## Try it
From the line with "without a screen" through the line with "window.HTMLCanvasElement.prototype.getContext = ()", inclusive, return each line of the data below exactly and leave the rest out.

* * *

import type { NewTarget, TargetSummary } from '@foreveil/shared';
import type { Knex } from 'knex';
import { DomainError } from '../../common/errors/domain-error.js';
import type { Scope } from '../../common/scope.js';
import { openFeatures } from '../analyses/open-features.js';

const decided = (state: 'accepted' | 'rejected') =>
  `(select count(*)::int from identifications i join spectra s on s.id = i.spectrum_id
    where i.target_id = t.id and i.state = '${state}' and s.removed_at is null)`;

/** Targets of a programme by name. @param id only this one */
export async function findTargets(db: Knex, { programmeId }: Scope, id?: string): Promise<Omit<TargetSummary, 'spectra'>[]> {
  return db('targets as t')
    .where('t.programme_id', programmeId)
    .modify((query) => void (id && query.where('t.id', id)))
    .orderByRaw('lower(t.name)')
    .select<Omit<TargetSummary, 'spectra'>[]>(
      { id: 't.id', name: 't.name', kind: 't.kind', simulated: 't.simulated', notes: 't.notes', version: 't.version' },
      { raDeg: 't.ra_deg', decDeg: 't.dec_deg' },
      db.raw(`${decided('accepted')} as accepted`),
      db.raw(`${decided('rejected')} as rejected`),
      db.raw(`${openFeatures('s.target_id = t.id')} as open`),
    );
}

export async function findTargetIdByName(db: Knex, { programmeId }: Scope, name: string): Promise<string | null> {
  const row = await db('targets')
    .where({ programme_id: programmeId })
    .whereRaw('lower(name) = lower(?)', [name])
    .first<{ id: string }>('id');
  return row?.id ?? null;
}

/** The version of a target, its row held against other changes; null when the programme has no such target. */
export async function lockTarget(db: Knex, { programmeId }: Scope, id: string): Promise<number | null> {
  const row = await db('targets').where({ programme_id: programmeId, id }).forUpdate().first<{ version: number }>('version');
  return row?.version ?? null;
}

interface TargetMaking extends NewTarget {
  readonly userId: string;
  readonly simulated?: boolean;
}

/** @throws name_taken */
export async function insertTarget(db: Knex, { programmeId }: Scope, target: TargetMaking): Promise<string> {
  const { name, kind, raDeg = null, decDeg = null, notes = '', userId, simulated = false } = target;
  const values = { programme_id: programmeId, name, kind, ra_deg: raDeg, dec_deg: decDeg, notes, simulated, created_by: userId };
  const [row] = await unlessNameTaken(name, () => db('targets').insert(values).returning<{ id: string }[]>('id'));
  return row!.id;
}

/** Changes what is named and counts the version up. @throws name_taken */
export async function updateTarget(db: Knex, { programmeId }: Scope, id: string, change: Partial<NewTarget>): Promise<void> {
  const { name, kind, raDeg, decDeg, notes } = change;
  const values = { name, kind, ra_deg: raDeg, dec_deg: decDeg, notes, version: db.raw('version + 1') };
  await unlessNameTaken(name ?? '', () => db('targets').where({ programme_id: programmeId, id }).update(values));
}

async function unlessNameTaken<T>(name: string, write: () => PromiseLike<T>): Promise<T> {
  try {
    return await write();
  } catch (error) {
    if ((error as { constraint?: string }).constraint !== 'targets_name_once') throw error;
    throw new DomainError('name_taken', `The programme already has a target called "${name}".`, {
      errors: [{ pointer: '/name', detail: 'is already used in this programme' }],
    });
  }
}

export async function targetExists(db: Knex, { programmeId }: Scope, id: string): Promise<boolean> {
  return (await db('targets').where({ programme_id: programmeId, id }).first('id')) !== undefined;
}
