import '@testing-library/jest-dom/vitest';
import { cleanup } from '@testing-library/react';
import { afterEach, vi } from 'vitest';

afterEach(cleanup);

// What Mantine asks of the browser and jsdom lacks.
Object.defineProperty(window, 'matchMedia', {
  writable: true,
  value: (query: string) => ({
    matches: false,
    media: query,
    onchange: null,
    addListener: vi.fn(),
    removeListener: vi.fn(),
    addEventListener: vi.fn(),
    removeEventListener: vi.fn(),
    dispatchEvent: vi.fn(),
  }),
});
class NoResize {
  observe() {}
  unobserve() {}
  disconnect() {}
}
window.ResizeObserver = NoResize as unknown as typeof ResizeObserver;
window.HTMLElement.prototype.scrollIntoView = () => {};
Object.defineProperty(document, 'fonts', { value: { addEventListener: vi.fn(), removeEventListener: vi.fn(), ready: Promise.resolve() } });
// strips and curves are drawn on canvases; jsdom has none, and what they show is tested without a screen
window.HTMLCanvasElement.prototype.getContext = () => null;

* * *

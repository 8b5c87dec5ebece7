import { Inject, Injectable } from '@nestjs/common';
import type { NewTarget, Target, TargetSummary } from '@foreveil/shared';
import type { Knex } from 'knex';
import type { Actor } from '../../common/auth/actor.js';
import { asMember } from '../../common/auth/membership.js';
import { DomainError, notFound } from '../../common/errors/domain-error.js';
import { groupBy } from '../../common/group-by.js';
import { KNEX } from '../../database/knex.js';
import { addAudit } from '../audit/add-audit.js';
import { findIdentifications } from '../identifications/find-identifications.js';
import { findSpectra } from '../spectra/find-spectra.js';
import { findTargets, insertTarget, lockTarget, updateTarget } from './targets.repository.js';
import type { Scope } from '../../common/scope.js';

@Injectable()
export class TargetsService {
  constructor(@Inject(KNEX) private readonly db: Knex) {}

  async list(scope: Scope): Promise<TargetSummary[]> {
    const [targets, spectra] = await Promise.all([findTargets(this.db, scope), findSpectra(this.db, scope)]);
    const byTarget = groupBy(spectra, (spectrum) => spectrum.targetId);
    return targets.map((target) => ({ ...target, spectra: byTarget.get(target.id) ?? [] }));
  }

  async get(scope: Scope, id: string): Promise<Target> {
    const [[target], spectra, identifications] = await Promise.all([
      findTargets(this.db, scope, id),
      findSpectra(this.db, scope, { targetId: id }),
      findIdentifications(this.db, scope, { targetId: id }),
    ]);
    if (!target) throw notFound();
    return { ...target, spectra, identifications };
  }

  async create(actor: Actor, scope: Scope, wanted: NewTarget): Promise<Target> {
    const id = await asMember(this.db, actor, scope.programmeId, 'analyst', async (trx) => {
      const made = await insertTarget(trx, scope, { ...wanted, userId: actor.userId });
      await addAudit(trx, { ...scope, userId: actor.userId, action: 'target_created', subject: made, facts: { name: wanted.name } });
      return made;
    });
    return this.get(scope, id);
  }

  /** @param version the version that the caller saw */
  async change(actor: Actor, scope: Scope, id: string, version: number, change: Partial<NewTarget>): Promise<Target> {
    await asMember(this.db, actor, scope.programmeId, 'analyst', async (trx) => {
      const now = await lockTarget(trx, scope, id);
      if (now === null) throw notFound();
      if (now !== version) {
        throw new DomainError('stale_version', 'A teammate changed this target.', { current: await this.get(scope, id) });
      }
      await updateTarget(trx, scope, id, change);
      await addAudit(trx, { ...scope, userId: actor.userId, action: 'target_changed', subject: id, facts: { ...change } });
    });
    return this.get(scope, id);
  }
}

* * *

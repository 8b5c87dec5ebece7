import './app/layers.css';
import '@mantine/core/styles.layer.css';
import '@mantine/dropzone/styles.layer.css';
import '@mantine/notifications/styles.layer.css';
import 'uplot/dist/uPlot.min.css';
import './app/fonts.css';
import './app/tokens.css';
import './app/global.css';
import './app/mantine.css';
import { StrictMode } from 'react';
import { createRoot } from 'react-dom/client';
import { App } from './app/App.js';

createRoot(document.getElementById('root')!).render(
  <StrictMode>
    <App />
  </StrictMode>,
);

* * *

## Task answer
// strips and curves are drawn on canvases; jsdom has none, and what they show is tested without a screen
window.HTMLCanvasElement.prototype.getContext = () => null;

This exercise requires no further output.